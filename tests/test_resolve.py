"""What shows only once looks, prices and schedules are laid out: the exact message, status 2, and nothing written."""

import subprocess
import sys
from pathlib import Path

import pytest
from click.testing import CliRunner

from hedgesim.cli import main
from hedgesim.experiment.loader import load_experiment
from hedgesim.experiment.resolve import Replay, Simulation, resolve

SIMULATED = """\
title: Two options
market:
  date: 2027-03-01
  session: 8h
  underlyings:
    CORVANE: {spot: 100, mark_vol: 22%}
book:
  - {type: call, strike: 105, expiry: 21d, quantity: -500}
  - {type: put, strike: 95, expiry: 10d, quantity: 100}
paths:
  source: gbm
  realised_vol: 19%
  looks_per_day: 4
  count: 500
schedules:
  - {every: 1d}
  - {every: 7d}
"""
HISTORY = """\
title: One call on a price history
market:
  underlyings:
    CORVANE: {mark_vol: 22%}
book:
  - {type: call, strike: 100%, expiry: 3d, quantity: -500}
paths:
  source: prices
  file: closes.csv
  time: date
  series: {CORVANE: {price: close}}
  inceptions: {every: 1d}
schedules:
  - {every: 1d}
"""
CLOSES = """\
date,close,iv
2027-03-01,100,22
2027-03-02,101,21
2027-03-03,99,23
2027-03-04,100.5,22
2027-03-05,102,
2027-03-08,101,20
2027-03-09,100,22
"""
LOOKS = "looks_per_day: 4"
EDGE = "other looks_per_day, another horizon or expiry, or `looks` over the horizon"
OWN_IV = (
    ("CORVANE: {mark_vol: 22%}", "CORVANE: {}"),
    ("price: close}", "price: close, mark_vol: {column: iv, unit: percent}}"),
)

# Replacements in the experiment, and the messages.
SIMULATED_FAULTS = {
    "the last expiry is not on a look": (
        [("expiry: 21d", "expiry: 20.1d")],
        [f"x.yaml:13:18: paths.looks_per_day: the end, 20.1 days away, is not a whole number of looks: it is look 80.4 - {EDGE}"],
    ),
    "an earlier expiry is not on a look": (
        [("expiry: 10d", "expiry: 10.1d")],
        [
            "x.yaml:9:37: book.1.expiry: 10.1 days after the inception there is no look - "
            "the nearest looks are at 10 and 10.25 days (0.0396825 and 0.0406746 years)"
        ],
    ),
    "no expiry is on a look over a horizon": (
        [(LOOKS, "looks: 20"), ("every: 1d", "every: 2 looks"), ("every: 7d", "every: 4 looks")],
        [
            "x.yaml:9:37: book.1.expiry: 10 days after the inception there is no look - "
            "the nearest looks are at 9.45 and 10.5 days (0.0375 and 0.0416667 years)"
        ],
    ),
    "the horizon is not on a look": (
        [(LOOKS, LOOKS + "\n  horizon: 15.2d")],
        [f"x.yaml:13:18: paths.looks_per_day: the end, 15.2 days away, is not a whole number of looks: it is look 60.8 - {EDGE}"],
    ),
    "the horizon is before the first look": (
        [(LOOKS, LOOKS + "\n  horizon: 1h")],
        [f"x.yaml:13:18: paths.looks_per_day: the end, 0.125 days away, is not a whole number of looks: it is look 0.5 - {EDGE}"],
    ),
    "every expiry date is on the weekend of the inception": (
        [("2027-03-01", "2027-03-06"), ("21d", "2027-03-07"), ("10d", "2027-03-07")],
        [f"x.yaml:13:18: paths.looks_per_day: the end, 0 days away, is not a whole number of looks: it is look 0 - {EDGE}"],
    ),
    "an expiry date before the start": (
        [("expiry: 10d", "expiry: 2027-02-26")],
        ["x.yaml:9:37: book.1.expiry: 2027-02-26 is not after the inception 2027-03-01 - write a later date"],
    ),
    "a horizon at the start": (
        [(LOOKS, LOOKS + "\n  horizon: 2027-03-01")],
        ["x.yaml:14:12: paths.horizon: 2027-03-01 is not after the inception 2027-03-01 - write a later date"],
    ),
    "an interval that is not a whole number of looks": (
        [("every: 1d", "every: 3h")],
        [
            "x.yaml:16:5: schedules.0: an interval of 0.375 days is not a whole number of looks of 0.25 days - "
            "a multiple of 0.25 days, or `every: k looks`"
        ],
    ),
    "an interval shorter than a look": (
        [("every: 7d", "every: 1h")],
        [
            "x.yaml:17:5: schedules.1: an interval of 0.125 days is shorter than a look of 0.25 days - "
            "a longer interval, or more looks per day"
        ],
    ),
    "more trades than looks": (
        [("every: 1d", "trades: 85")],
        ["x.yaml:16:5: schedules.0: 85 trades do not fit into 84 looks - at most 84 trades"],
    ),
    "two schedules at once": (
        [("every: 1d", "every: 90min"), ("every: 7d", "trades: 1000")],
        [
            "x.yaml:16:5: schedules.0: an interval of 0.1875 days is shorter than a look of 0.25 days - "
            "a longer interval, or more looks per day",
            "x.yaml:17:5: schedules.1: 1000 trades do not fit into 84 looks - at most 84 trades",
        ],
    ),
}  # fmt: skip
HISTORY_FAULTS = {
    "an expiry beyond the prices": (
        [("expiry: 3d", "expiry: 30d")], [],
        [
            "x.yaml:9:9: paths.file: no life fits into 7 rows of prices, from 2027-03-01 to 2027-03-09 - "
            "a longer history, shorter expiries, or an earlier horizon"
        ],
    ),
    "an expiry before the next price": (
        [("expiry: 3d", "expiry: 0.5d")], [],
        ["x.yaml:6:40: book.0.expiry: it settles before the first price after 2027-03-01 - a later expiry, or more prices"],
    ),
    "a horizon before the next price": (
        [("every: 1d}\nschedules", "every: 1d}\n  horizon: 0.5d\nschedules")], [],
        ["x.yaml:13:12: paths.horizon: it ends before the first price after 2027-03-01 - a later horizon, or more prices"],
    ),
    "a date that cannot roll": (
        [("market:", "market:\n  date: 2027-03-01"), ("expiry: 3d", "expiry: 2027-03-04")], [],
        [
            "x.yaml:7:40: book.0.expiry: a date cannot roll with the inceptions - "
            "a duration such as 21d, or `inceptions: once`"
        ],
    ),
    "an expiry date outside the prices": (
        [("market:", "market:\n  date: 2027-03-01"), ("expiry: 3d", "expiry: 2027-06-04"), ("{every: 1d}\nsch", "once\nsch")], [],
        [
            "x.yaml:7:40: book.0.expiry: 2027-06-04 is not inside the prices, which run from 2027-03-01 to 2027-03-09 - "
            "a date after the first and not after the last row of prices"
        ],
    ),
    "an interval shorter than the prices": (
        [("schedules:\n  - {every: 1d}", "schedules:\n  - {every: 1h}")], [],
        [
            "x.yaml:14:5: schedules.0: an interval of 0.125 days is shorter than a look of 1 days - "
            "a longer interval, or more looks per day"
        ],
    ),
    "more trades than prices": (
        [("schedules:\n  - {every: 1d}", "schedules:\n  - {trades: 4}")], [],
        ["x.yaml:14:5: schedules.0: 4 trades do not fit into 3 looks - at most 3 trades"],
    ),
    "prices and dates of every kind": (
        [], [("101,21", "-101,21"), ("2027-03-04,100.5", "2027-03-04,'100.5"), ("03-08,101", "03-05,101"), ("09,100", "09,")],
        [
            "closes.csv:3: close: the price is -101 - a price greater than zero, or leave the row out",
            "closes.csv:5: close: ''100.5' is not a number - a price greater than zero, or leave the row out",
            "closes.csv:7: date: '2027-03-05' stands twice - one row for each time",
            "closes.csv:8: close: no price - a price greater than zero, or leave the row out",
        ],
    ),
    "prices out of order": (
        [], [("2027-03-03", "2027-03-31")],
        ["closes.csv:5: date: '2027-03-04' is earlier than '2027-03-31' above it - rows in order of time, the oldest first"],
    ),
    "a column that is not there": (
        [("price: close", "price: last")], [],
        ["closes.csv:1: last: the file has no column 'last' - one of 'date', 'close', 'iv'"],
    ),
    "a mark vol missing where a life begins": (
        list(OWN_IV), [("2027-03-02,101,21", "2027-03-02,101,")],
        ["closes.csv:3: iv: no mark vol, and an inception falls on this row - a vol, or leave the row out"],
    ),
    "a mark vol missing where the hedge is re-marked": (
        [*OWN_IV, ("schedules:", "hedge: {remark: daily}\nschedules:"), ("inceptions: {every: 1d}", "inceptions: once")],
        [("2027-03-02,101,21", "2027-03-02,101,")],
        ["closes.csv:3: iv: no mark vol, and open positions are re-marked on this row - a vol, or leave the row out"],
    ),
    "vols in per cent read as fractions": (
        [OWN_IV[0], ("price: close}", "price: close, mark_vol: iv}")], [("22\n2027-03-02", "0.22\n2027-03-02")],
        [
            f"closes.csv:{line}: iv: {vol} looks like a percentage - a fraction such as 0.22, or unit: percent for the column"
            for line, vol in ((3, 21), (4, 23), (5, 22), (7, 20), (8, 22))
        ],
    ),
}  # fmt: skip


@pytest.fixture(autouse=True)
def here(tmp_path, monkeypatch) -> Path:
    monkeypatch.chdir(tmp_path)
    return tmp_path


def replaced(text: str, replacements) -> str:
    for old, new in replacements:
        assert text.count(old) == 1, f"{old!r} stands {text.count(old)} times"
        text = text.replace(old, new)
    return text


def refused(messages: list[str]) -> None:
    """`run` in a process of its own and `check` in this one say the same, and write nothing."""
    before = {path: path.read_bytes() for path in Path().rglob("*")}
    command = [sys.executable, "-c", "from hedgesim.cli import main; main()", "run", "x.yaml"]
    done = subprocess.run(command, capture_output=True, text=True, check=False)
    assert (done.returncode, done.stdout) == (2, "")
    assert done.stderr.splitlines() == messages
    checked = CliRunner().invoke(main, ["check", "x.yaml"])
    assert (checked.exit_code, checked.stdout) == (2, "")
    assert checked.stderr.splitlines() == messages
    assert {path: path.read_bytes() for path in Path().rglob("*")} == before


@pytest.mark.parametrize("fault", SIMULATED_FAULTS)
def test_what_does_not_fit_the_looks_is_refused(fault):
    replacements, messages = SIMULATED_FAULTS[fault]
    Path("x.yaml").write_text(replaced(SIMULATED, replacements))
    refused(messages)


@pytest.mark.parametrize("fault", HISTORY_FAULTS)
def test_what_does_not_fit_the_prices_is_refused(fault):
    replacements, in_prices, messages = HISTORY_FAULTS[fault]
    Path("x.yaml").write_text(replaced(HISTORY, replacements))
    Path("closes.csv").write_text(replaced(CLOSES, in_prices))
    refused(messages)


def test_the_experiments_that_the_faults_are_put_into_are_right():
    Path("x.yaml").write_text(SIMULATED)
    Path("h.yaml").write_text(replaced(HISTORY, OWN_IV))
    Path("closes.csv").write_text(replaced(CLOSES, [("102,\n", "102,21\n")]))
    simulation, replay = resolve(load_experiment("x.yaml")), resolve(load_experiment("h.yaml"))
    assert isinstance(simulation, Simulation)
    assert isinstance(replay, Replay)
    assert simulation.grid.looks == 84
    assert simulation.book.expiry_look.tolist() == [84, 40]
    assert len(replay.laid.inceptions) == 4


def test_a_value_given_on_the_command_line_is_named_as_such():
    Path("x.yaml").write_text(SIMULATED)
    done = CliRunner().invoke(main, ["check", "x.yaml", "--set", "schedules.0.every=3h"])
    assert done.exit_code == 2
    # The schedule stands in the file, its interval on the command line.
    assert done.stderr.startswith("x.yaml:16:5: schedules.0: an interval of 0.375 days")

^^^^^^^^

▶ [Task brief]: The expected answer is every line in the data above that carries the string "nearest".

▶ [Completed exercise]:
            "the nearest looks are at 10 and 10.25 days (0.0396825 and 0.0406746 years)"
            "the nearest looks are at 9.45 and 10.5 days (0.0375 and 0.0416667 years)"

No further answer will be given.